Industry Is Fierce, Textile And Apparel Companies Are Struggling To Raise Prices

Nov 20, 2019

According to data released by the National Bureau of Statistics on the 11th, the ex-factory price of clothing in July rose by 2.4% year-on-year, which was significantly lower than the 10.0% increase in the ex-factory price of industrial products in China. Textile and garment enterprises in the interview with the "First Financial Daily" said that despite the sharp increase in production costs this year, due to the industry's fierce competition and market downturn and other factors, clothing is difficult to increase prices, profits are becoming thinner.

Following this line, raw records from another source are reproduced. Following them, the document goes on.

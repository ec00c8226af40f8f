#include <filesystem>

#include "app/commands.hpp"
#include "app/option_checks.hpp"
#include "sheetmill/core/atomic_file.hpp"
#include "sheetmill/core/file_format.hpp"
#include "sheetmill/core/log.hpp"
#include "sheetmill/core/plural.hpp"
#include "sheetmill/project/project.hpp"
#include "sheetmill/render/plates.hpp"
#include "sheetmill/render/render.hpp"
#include "sheetmill/style/style.hpp"

namespace sheetmill::app {

namespace {
struct RenderArgs {
  std::string project;
  std::string output;
  std::string sheet;
  std::string style;
  double dpi = 150;
  bool write_through_link = false;
  std::string print_profile;
  std::string plates;
  double plate_dpi = 300;
};
}  // namespace

void add_render_command(CLI::App& app, Action& action, const GlobalOptions&) {
  auto args = std::make_shared<RenderArgs>();
  CLI::App* cmd =
      app.add_subcommand("render", "Render one sheet of a project to PDF (or PNG/GeoTIFF)");
  cmd->add_option("project", args->project, "Project file (YAML)")->required()->type_name("FILE");
  cmd->add_option("-o,--output", args->output,
                  "Output file; its extension chooses the format: .pdf, .png, .tif or .tiff")
      ->required()
      ->type_name("FILE");
  cmd->add_option("--sheet", args->sheet,
                  "Render this tile-index sheet instead of the project's extent")
      ->type_name("ID");
  cmd->add_option("--style", args->style,
                  "Use this style file instead of the one the project names")
      ->type_name("FILE");
  cmd->add_option("--dpi", args->dpi, "Resolution of PNG/GeoTIFF output, dots per inch")
      ->check(number_from(20, 1200, "a resolution", "dots per inch"))
      ->type_name("DPI")
      ->capture_default_str();
  cmd->add_option("--print-profile", args->print_profile,
                  "Write the PDF as PDF/X-4 in CMYK for this ICC output profile (docs/print.md)")
      ->type_name("PROFILE.icc");
  cmd->add_option("--plates", args->plates,
                  "Also write one greyscale plate per ink of the style into this folder")
      ->type_name("DIR");
  cmd->add_option("--plate-dpi", args->plate_dpi, "Resolution of the plates, dots per inch")
      ->check(number_from(50, 2400, "a resolution", "dots per inch"))
      ->type_name("DPI")
      ->capture_default_str();
  cmd->add_flag("--write-through-link", args->write_through_link,
                "When the output is a symbolic link, replace the file it points to");
  cmd->callback([args, &action] {
    action = [args] {
      // The format and the target first: a bad output is refused before any data is read.
      check_output_target(
          args->output, args->write_through_link ? LinkPolicy::write_through : LinkPolicy::refuse);
      render::RenderOptions options;
      options.format =
          file_format_for(args->output, {FileFormat::pdf, FileFormat::png, FileFormat::geotiff});
      project::Project project = project::load_project(args->project);
      style::Style style = style::load_style(
          args->style.empty() ? project.style : std::filesystem::path(args->style));
      options.raster_dpi = args->dpi;
      options.write_through_link = args->write_through_link;
      if (!args->sheet.empty()) options.sheet_id = args->sheet;
      if (!args->print_profile.empty()) {
        if (options.format != FileFormat::pdf) {
          throw_input_error(args->output, "--print-profile writes PDF/X: expected a .pdf output");
        }
        options.print_profile = args->print_profile;
      }
      render::RenderReport report = render::render_sheet(project, style, args->output, options);
      for (const auto& layer : report.layers) {
        log::info("layer {}: {}, {} placed, {} dropped", layer.layer,
                  counted(layer.features, "feature"), counted(layer.labels_placed, "label"),
                  layer.labels_dropped);
      }
      if (!args->plates.empty()) {
        auto plates = render::render_plates(project, style, args->plates, args->plate_dpi, options);
        log::info("wrote {} plates to {}", plates.size(), args->plates);
      }
      log::info(
          "wrote {} in {:.2f} s (relief {:.2f} s, contours {:.2f} s, features {:.2f} s, "
          "labels {:.2f} s, finish {:.2f} s)",
          report.output.string(), report.seconds_total, report.seconds_relief,
          report.seconds_contours, report.seconds_features, report.seconds_labels,
          report.seconds_finish);
      return 0;
    };
  });
}

}  // namespace sheetmill::app
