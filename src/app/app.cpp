#include "sheetmill/app/app.hpp"

#include <cstdio>
#include <exception>

#include "app/commands.hpp"
#include "sheetmill/core/error.hpp"
#include "sheetmill/core/log.hpp"
#include "sheetmill/core/temp_registry.hpp"

namespace sheetmill::app {

int run(int argc, const char* const* argv) {
  CLI::App cli{"sheetmill: compile topographic map sheets and render them as print-ready PDF",
               "sheetmill"};
  cli.require_subcommand(1);
  cli.set_version_flag("--version", std::string("sheetmill ") + SHEETMILL_VERSION);
  GlobalOptions global;
  cli.add_flag("-v,--verbose", global.verbose, "More detail in the log");
  cli.add_flag("-q,--quiet", global.quiet, "Only errors");

  Action action;
  add_render_command(cli, action, global);
  add_relief_commands(cli, action, global);
  add_contours_command(cli, action, global);
  add_declination_command(cli, action, global);
  add_index_command(cli, action, global);
  add_batch_command(cli, action, global);
  add_exhibit_command(cli, action, global);
  add_demo_area_command(cli, action, global);

  try {
    cli.parse(argc, argv);
  } catch (const CLI::ParseError& e) {
    // Help and version are "errors" to CLI11 with exit code 0.
    if (e.get_exit_code() == 0) return cli.exit(e);
    std::fprintf(stderr, "sheetmill: %s (see sheetmill --help)\n", e.what());
    return 2;
  }
  log::set_level(global.quiet     ? log::Level::error
                 : global.verbose ? log::Level::debug
                                  : log::Level::info);
  // An interrupted render or batch removes its temporaries (core/temp_registry.hpp).
  install_temp_cleanup_on_signals();
  try {
    return action ? action() : 0;
  } catch (const Error& e) {
    std::fprintf(stderr, "sheetmill: %s%s\n",
                 e.kind() == Error::Kind::internal ? "internal error: " : "", e.what());
    return e.exit_code();
  } catch (const std::exception& e) {
    std::fprintf(stderr, "sheetmill: internal error: %s\n", e.what());
    return 1;
  }
}

}  // namespace sheetmill::app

Adjust the digestive cost pressure

Zhu Sujun, assistant to the president of Ningbo Shanshan Co., Ltd., said in an interview with this reporter yesterday that due to factors such as raw materials, labor costs and the RMB exchange rate, the comprehensive cost of the company has increased by 10% to 15% this year, for some old customers. Difficult to raise prices, can only continue to develop new products and new markets to absorb cost pressures.

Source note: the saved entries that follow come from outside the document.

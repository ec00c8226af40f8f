// `sheetmill declination`: magnetic declination and its annual change from a World Magnetic
// Model coefficient file. Thin: parse, call geomag, print.
#include <cstdio>

#include "app/commands.hpp"
#include "app/option_checks.hpp"
#include "sheetmill/geomag/model.hpp"
#include "sheetmill/geomag/report.hpp"

namespace sheetmill::app {

void add_declination_command(CLI::App& app, Action& action, const GlobalOptions&) {
  auto* cmd = app.add_subcommand(
      "declination", "Magnetic declination (east positive) and its annual change at a point");
  auto q = std::make_shared<geomag::DeclinationQuery>();
  auto model_file = std::make_shared<std::string>();
  cmd->add_option("--lat", q->lat_deg, "Geodetic latitude, degrees (north positive)")
      ->required()
      ->check(number_from(-90, 90, "a latitude", "degrees"))
      ->type_name("DEG");
  cmd->add_option("--lon", q->lon_deg, "Longitude, degrees (east positive)")
      ->required()
      ->check(number_from(-360, 360, "a longitude", "degrees"))
      ->type_name("DEG");
  cmd->add_option("--date", q->date, "YYYY-MM-DD or a decimal year")->required()->type_name("DATE");
  cmd->add_option("--height-km", q->height_km, "Height above the WGS 84 ellipsoid, km")
      ->check(number_from(-10, 1000, "a height", "km"))
      ->type_name("KM");
  cmd->add_option("--model", *model_file, "World Magnetic Model coefficient file (.COF)")
      ->required()
      ->type_name("FILE");
  cmd->callback([&action, q, model_file]() {
    action = [q, model_file]() {
      auto model = geomag::Model::load(*model_file);
      std::fputs(geomag::declination_report(model, *q).c_str(), stdout);
      return 0;
    };
  });
}

}  // namespace sheetmill::app
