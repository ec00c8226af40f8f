#include "sheetmill/sheet/collar.hpp"

#include <cairo-pdf.h>

#include <catch2/catch.hpp>

#include "sheetmill/core/handles.hpp"
#include "sheetmill/core/units.hpp"
#include "sheetmill/sheet/grid.hpp"
#include "sheetmill/sheet/layout.hpp"
#include "sheetmill/sheet/north_diagram.hpp"
#include "sheetmill/sheet/sheet_info.hpp"
#include "support/test_env.hpp"

using namespace sheetmill;
using namespace sheetmill::sheet;

namespace {

project::Project demo_project() {
  project::Project p;
  p.title = "Wrenfold Valley";
  p.subtitle = "Topographic sheet, test edition";
  p.producer = "sheetmill test suite";
  p.revision_date = "2026-12-01";
  p.crs = "EPSG:32633";
  p.scale = 25000;
  p.paper = {"A1", 841, 594};
  p.extent.box = Box::of(500000, 5200000, 510000, 5208000);
  p.magnetic.declination_deg = 4.5;
  p.magnetic.annual_change_deg = 0.12;
  p.magnetic.date = "2026-06-01";
  p.contours.interval_m = 10;
  p.elevation.vertical_datum = "EGM2008 height";
  p.data_credits = {"Roads: invented county survey 2026"};
  return p;
}

style::Rule rule(const std::string& name, const std::string& legend) {
  style::Rule r;
  r.name = name;
  r.legend = legend;
  style::LineSymbol line;
  line.strokes.push_back(style::Stroke{});
  r.line = line;
  return r;
}

std::string render_to_text(const project::Project& p, const style::Style& style,
                           const std::vector<const style::Rule*>& rules, const test::TempDir& dir) {
  auto L = compute_layout(p, style, std::nullopt);
  auto info = describe_sheet(p, L);
  text::FontCache fonts;
  auto pdf = dir / "sheet.pdf";
  {
    CairoSurfacePtr s(
        cairo_pdf_surface_create(pdf.c_str(), L.page_w_mm * kPtPerMm, L.page_h_mm * kPtPerMm));
    CairoPtr cr(cairo_create(s.get()));
    cairo_scale(cr.get(), kPtPerMm, kPtPerMm);
    draw_neatline_and_grid(cr.get(), L, style, fonts);
    draw_collar(cr.get(), L, p, style, info, rules, fonts);
    REQUIRE(cairo_status(cr.get()) == CAIRO_STATUS_SUCCESS);
    cr.reset();
    cairo_surface_finish(s.get());
  }
  auto txt = dir / "sheet.txt";
  auto r = test::run_command({"pdftotext", "-raw", pdf.string(), txt.string()});
  REQUIRE(r.exit_code == 0);
  return test::read_text(txt);
}

// Spaces and line breaks as one space, so a paragraph's wrapping does not matter.
std::string squash(const std::string& s) {
  std::string out;
  for (char c : s) {
    bool ws = c == ' ' || c == '\n' || c == '\t';
    if (ws && !out.empty() && out.back() == ' ') continue;
    out += ws ? ' ' : c;
  }
  return out;
}

}  // namespace

TEST_CASE("the collar states title, scale, datums, north and the caution", "[sheet]") {
  test::TempDir dir("collar");
  style::Style style;
  auto text = squash(render_to_text(demo_project(), style, {}, dir));
  CHECK(text.find("Wrenfold Valley") != std::string::npos);
  CHECK(text.find("1:25 000") != std::string::npos);
  CHECK(text.find("Contour interval 10 m") != std::string::npos);
  CHECK(text.find("EGM2008 height") != std::string::npos);
  CHECK(text.find("EPSG:32633") != std::string::npos);
  CHECK(text.find("Transverse Mercator") != std::string::npos);
  CHECK(text.find("not a survey") != std::string::npos);
  CHECK(text.find("licensed surveyor") != std::string::npos);
  CHECK(text.find("Magnetic declination 2026-06-01") != std::string::npos);
  CHECK(text.find("4.50\u00B0 E") != std::string::npos);
  CHECK(text.find("Grid-magnetic angle") != std::string::npos);
  CHECK(text.find("invented county survey") != std::string::npos);
}

TEST_CASE("the legend lists exactly the rules present", "[sheet]") {
  test::TempDir dir("legend");
  style::Style style;
  style::Rule a = rule("a", "Trunk road"), b = rule("b", "Footpath"), c = rule("c", "Ferry route");
  style::Rule hidden = rule("d", "");
  // The render passes the rules drawn on this sheet: a, c and one without legend text.
  auto text = squash(render_to_text(demo_project(), style, {&a, &c, &hidden, &a}, dir));
  CHECK(text.find("Trunk road") != std::string::npos);
  CHECK(text.find("Ferry route") != std::string::npos);
  CHECK(text.find("Footpath") == std::string::npos);
  // Listed once though passed twice.
  CHECK(text.find("Trunk road") == text.rfind("Trunk road"));
  (void)b;
}

// Grid north up the page; true north at -convergence; magnetic north at declination -
// convergence from grid north. Exaggeration keeps the lines apart but never flips a side.
TEST_CASE("north diagram directions", "[sheet]") {
  NorthInfo n;
  n.grid_convergence_deg = 1.2;  // grid north east of true north
  n.declination_deg = 4.5;
  auto d = north_drawing(n, 7);
  CHECK(d.true_deg < 0);      // true north drawn west of grid north
  CHECK(d.magnetic_deg > 0);  // magnetic north east of grid north (3.3 deg)
  CHECK(d.magnetic_deg - d.true_deg >= 7 - 1e-9);
  CHECK(d.exaggerated);
  CHECK(*n.grid_magnetic_angle_deg() == Approx(3.3));
  NorthInfo big;
  big.grid_convergence_deg = -9;
  big.declination_deg = -25;
  auto e = north_drawing(big, 7);
  CHECK(e.true_deg == Approx(9));
  CHECK(e.magnetic_deg == Approx(-16));
  CHECK_FALSE(e.exaggerated);
}
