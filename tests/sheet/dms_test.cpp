#include "sheetmill/sheet/dms.hpp"

#include <catch2/catch.hpp>

using namespace sheetmill::sheet;

// Sexagesimal arithmetic by hand: 47.025 deg = 47 deg 1.5' = 47 deg 01' 30".
TEST_CASE("degrees, minutes and seconds", "[sheet]") {
  CHECK(format_dms(47.025, AngleKind::latitude, 1) == "47\u00B001\u203230\u2033 N");
  CHECK(format_dms(-8.5, AngleKind::longitude, 60) == "8\u00B030\u2032 W");
  CHECK(format_dms(15.0, AngleKind::longitude, 3600) == "15\u00B0 E");
  // Rounding carries: 14 deg 59' 59.8" to the second is 15 deg 00' 00".
  CHECK(format_dms(14 + 59.0 / 60 + 59.8 / 3600, AngleKind::longitude, 1) ==
        "15\u00B000\u203200\u2033 E");
  CHECK(format_dms(0, AngleKind::latitude, 60) == "0\u00B000\u2032");
  CHECK(format_east_west(-0.3449, 2) == "0.34\u00B0 W");
  CHECK(format_east_west(0.001, 1) == "0.0\u00B0");  // no side for a zero angle
  CHECK(format_east_west(3.1, 1) == "3.1\u00B0 E");
}
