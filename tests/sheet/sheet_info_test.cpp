#include "sheetmill/sheet/sheet_info.hpp"

#include <catch2/catch.hpp>

#include "sheetmill/core/error.hpp"
#include "sheetmill/geomag/model.hpp"
#include "sheetmill/sheet/layout.hpp"
#include "sheetmill/sheet/sheet_crs.hpp"
#include "support/test_env.hpp"

using namespace sheetmill;
using namespace sheetmill::sheet;

namespace {
project::Project utm_project() {
  project::Project p;
  p.crs = "EPSG:32633";
  p.scale = 25000;
  p.paper = {"A1", 841, 594};
  p.extent.box = Box::of(500000, 5200000, 510000, 5208000);
  return p;
}
}  // namespace

// The collar's north values for the sheet centre: convergence and scale factor from PROJ, the
// declination from the WMM file the project names (the model itself is checked against its
// published test values in tests/geomag).
TEST_CASE("north at the sheet centre from the WMM file", "[sheet]") {
  auto wmm = test::shared_dir() / "data" / "wmm" / "WMM2025.COF";
  if (!std::filesystem::exists(wmm)) {
    WARN("WMM2025.COF not found; skipped");
    return;
  }
  auto p = utm_project();
  p.magnetic.model_file = wmm.string();
  p.magnetic.date = "2026-06-01";
  style::Style style;
  auto L = compute_layout(p, style, std::nullopt);
  auto info = describe_sheet(p, L);
  auto crs = SheetCrs::resolve(p.crs);
  Point c = crs.to_lonlat({505000, 5204000});
  CHECK(info.north.centre_lonlat.x == Approx(c.x).margin(1e-9));
  // 505 000 E lies 5 km east of the zone's central meridian (15 E): convergence small, positive.
  CHECK(info.north.grid_convergence_deg > 0);
  CHECK(info.north.grid_convergence_deg < 0.1);
  auto field = geomag::Model::load(wmm).at(c.y, c.x, 0, geomag::decimal_year("2026-06-01"));
  REQUIRE(info.north.declination_deg);
  CHECK(*info.north.declination_deg == Approx(field.declination_deg).margin(1e-12));
  CHECK(info.north.source == "WMM-2025");
  CHECK(*info.north.grid_magnetic_angle_deg() ==
        Approx(field.declination_deg - info.north.grid_convergence_deg));
  // A date the model does not cover is the user's to fix.
  p.magnetic.date = "2031-01-01";
  CHECK_THROWS_AS(describe_sheet(p, L), Error);
}

TEST_CASE("a declination stated by hand is used as stated", "[sheet]") {
  auto p = utm_project();
  p.magnetic.declination_deg = -2.5;
  p.magnetic.date = "2026-12-01";
  style::Style style;
  auto info = describe_sheet(p, compute_layout(p, style, std::nullopt));
  CHECK(*info.north.declination_deg == -2.5);
  CHECK(info.north.date == "2026-12-01");
  CHECK(info.location_caption.find("47\u00B0 N") != std::string::npos);
}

"Our export to the largest market, the United States has seen a sharp decline in orders this year. Some buyers have not accepted our price increase due to the impact of the subprime mortgage crisis, and have begun to transfer some low-priced orders to neighboring countries such as Vietnam and Indonesia," said Zhu Sujun. To, "Because of rising costs, we have no advantage in terms of price. Shanshan has increased its efforts to move to the mid-to-high end this year, basically abandoning low-end orders and continuously developing new products with high added value, such as through the 'hair lining process'. These high-tech suits are used to raise prices. These products are currently able to raise prices by more than 10% for the EU, Russia and other markets. Therefore, although the global export volume has declined, the overall export volume is basically the same as that of the same period last year. In the domestic market, Shanshan used to focus on the mid-end market. This year, it began to explore the high-end market, and domestic sales also increased to a certain extent."

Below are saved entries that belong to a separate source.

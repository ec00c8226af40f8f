// `sheetmill shade`, `sheetmill slope`, `sheetmill tint`: relief rasters in the DEM's own grid.
// Thin: parse options, call the terrain stage, return 0.
#include <unistd.h>

#include <cstdio>
#include <memory>
#include <optional>
#include <string>

#include "app/commands.hpp"
#include "app/option_checks.hpp"
#include "sheetmill/core/atomic_file.hpp"
#include "sheetmill/core/file_format.hpp"
#include "sheetmill/terrain/raster_products.hpp"
#include "sheetmill/terrain/tint.hpp"

namespace sheetmill::app {

namespace {

struct DemInput {
  std::string dem;
  std::string out;
  std::string crs;
  std::string z_unit;
  std::string compression = "zstd";

  terrain::DemReadOptions read_options() const {
    terrain::DemReadOptions o;
    if (!crs.empty()) o.assumed_crs = crs;
    if (!z_unit.empty()) o.vertical_unit = z_unit;
    return o;
  }
};

void add_dem_options(CLI::App* cmd, DemInput& in) {
  cmd->add_option("DEM", in.dem, "Elevation raster (any GDAL raster, any CRS)")
      ->required()
      ->type_name("FILE");
  cmd->add_option("OUT", in.out, "Output GeoTIFF (.tif)")->required()->type_name("FILE");
  cmd->add_option("--dem-crs", in.crs, "The DEM's CRS when the file states none (e.g. EPSG:32633)")
      ->type_name("CRS");
  cmd->add_option("--z-unit", in.z_unit, "Elevation unit when the file does not say: m, ft, us-ft")
      ->check(one_of({"m", "ft", "us-ft"}))
      ->type_name("UNIT");
  cmd->add_option("--compression", in.compression,
                  "zstd (fast) or deflate (read by every TIFF reader)")
      ->check(one_of({"zstd", "deflate"}))
      ->type_name("NAME")
      ->capture_default_str();
}

struct ShadeInput {
  std::string method = "horn";
  double azimuth_deg = 315, altitude_deg = 45, exaggeration = 1;
  terrain::ShadeParams params() const {
    return {terrain::parse_shade_method(method), azimuth_deg, altitude_deg, exaggeration};
  }
};

void add_shade_options(CLI::App* cmd, ShadeInput& s) {
  cmd->add_option("--method", s.method,
                  "Gradient and lighting: horn, zevenbergen-thorne, multidirectional")
      ->check(one_of({"horn", "zevenbergen-thorne", "multidirectional"}))
      ->type_name("NAME")
      ->capture_default_str();
  cmd->add_option("--azimuth", s.azimuth_deg, "Light direction, degrees clockwise from north")
      ->check(number_from(0, 360, "a light direction", "degrees clockwise from north"))
      ->type_name("DEG")
      ->capture_default_str();
  cmd->add_option("--altitude", s.altitude_deg, "Light elevation above the horizon, degrees")
      ->check(number_from(0, 90, "a light elevation", "degrees above the horizon"))
      ->type_name("DEG")
      ->capture_default_str();
  cmd->add_option("--exaggeration", s.exaggeration, "Vertical exaggeration")
      ->check(positive_number("a vertical exaggeration"))
      ->type_name("FACTOR")
      ->capture_default_str();
}

// Percentages on one line while stderr is a terminal; nothing otherwise.
std::function<void(double)> progress_for(const char* what, const GlobalOptions& global) {
  if (global.quiet || !isatty(fileno(stderr))) return {};
  auto last = std::make_shared<int>(-1);
  return [what, last](double f) {
    int pct = static_cast<int>(f * 100);
    if (pct == *last) return;
    *last = pct;
    std::fprintf(stderr, "\r%s: %3d %%", what, pct);
    if (pct >= 100) std::fprintf(stderr, "\n");
    std::fflush(stderr);
  };
}

}  // namespace

void add_relief_commands(CLI::App& app, Action& action, const GlobalOptions& global) {
  {
    auto in = std::make_shared<DemInput>();
    auto shade = std::make_shared<ShadeInput>();
    CLI::App* cmd = app.add_subcommand("shade", "Hillshade a DEM into a Byte GeoTIFF (0 = nodata)");
    add_dem_options(cmd, *in);
    add_shade_options(cmd, *shade);
    cmd->callback([&action, &global, in, shade] {
      action = [&global, in, shade] {
        file_format_for(in->out, {FileFormat::geotiff});
        check_output_target(in->out);  // before the DEM is read
        terrain::ProductOptions o;
        o.read = in->read_options();
        o.compression = in->compression;
        o.progress = progress_for("shade", global);
        terrain::write_hillshade_raster(in->dem, in->out, shade->params(), o);
        return 0;
      };
    });
  }
  {
    auto in = std::make_shared<DemInput>();
    auto units = std::make_shared<std::string>("degrees");
    auto method = std::make_shared<std::string>("horn");
    CLI::App* cmd =
        app.add_subcommand("slope", "Slope of a DEM into a Float32 GeoTIFF (holes 0 and masked)");
    add_dem_options(cmd, *in);
    cmd->add_option("--units", *units, "degrees or percent")
        ->check(one_of({"degrees", "percent"}))
        ->type_name("UNIT")
        ->capture_default_str();
    cmd->add_option("--method", *method, "Gradient: horn or zevenbergen-thorne")
        ->check(one_of({"horn", "zevenbergen-thorne"}))
        ->type_name("NAME")
        ->capture_default_str();
    cmd->callback([&action, &global, in, units, method] {
      action = [&global, in, units, method] {
        file_format_for(in->out, {FileFormat::geotiff});
        check_output_target(in->out);  // before the DEM is read
        terrain::ProductOptions o;
        o.read = in->read_options();
        o.compression = in->compression;
        o.progress = progress_for("slope", global);
        terrain::SlopeParams p{terrain::parse_slope_units(*units), *method == "zevenbergen-thorne"};
        terrain::write_slope_raster(in->dem, in->out, p, o);
        return 0;
      };
    });
  }
  {
    auto in = std::make_shared<DemInput>();
    auto shade = std::make_shared<ShadeInput>();
    auto ramp = std::make_shared<std::string>();
    auto rgba = std::make_shared<bool>(false);
    auto strength = std::make_shared<double>(0.5);
    CLI::App* cmd = app.add_subcommand(
        "tint", "Hypsometric tint of a DEM, multiplied by its hillshade, into an RGB GeoTIFF");
    add_dem_options(cmd, *in);
    cmd->add_option("--ramp", *ramp, "Elevation ramp file (YAML, see docs/relief.md)")
        ->required()
        ->type_name("FILE");
    cmd->add_flag("--rgba", *rgba, "Write RGBA (alpha 0 in holes) instead of RGB with a mask");
    cmd->add_option("--shade-strength", *strength, "0 = tint only, 1 = full hillshade multiply")
        ->check(number_from(0, 1, "a shading strength", ""))
        ->type_name("0..1")
        ->capture_default_str();
    add_shade_options(cmd, *shade);
    cmd->callback([&action, &global, in, shade, ramp, rgba, strength] {
      action = [&global, in, shade, ramp, rgba, strength] {
        file_format_for(in->out, {FileFormat::geotiff});
        check_output_target(in->out);  // before the DEM or the ramp is read
        terrain::ReliefParams p;
        p.tint = true;
        p.ramp = terrain::load_ramp_file(*ramp);
        p.shade = *strength > 0;
        p.shade_strength = *strength;
        p.shading = shade->params();
        terrain::ProductOptions o;
        o.read = in->read_options();
        o.compression = in->compression;
        o.progress = progress_for("tint", global);
        terrain::write_tint_raster(in->dem, in->out, p, *rgba, o);
        return 0;
      };
    });
  }
}

}  // namespace sheetmill::app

Zhou Xiaonan, deputy general manager of Ningbo Dunhuang Import and Export Co., Ltd., said in an interview with this newspaper that since the raw materials of the yarn of the company are many by-products of petroleum, the cost of raw materials affected by oil prices has increased by about 30%, and the production process has been applied. Coal prices have doubled from last year, labor costs are also rising, and the appreciation of the renminbi, etc., the overall cost of the first half of this year has increased by about 8%, but only slightly increased by 3% for customers. Digested by itself, profits are getting thinner and thinner, and some orders have already lost money.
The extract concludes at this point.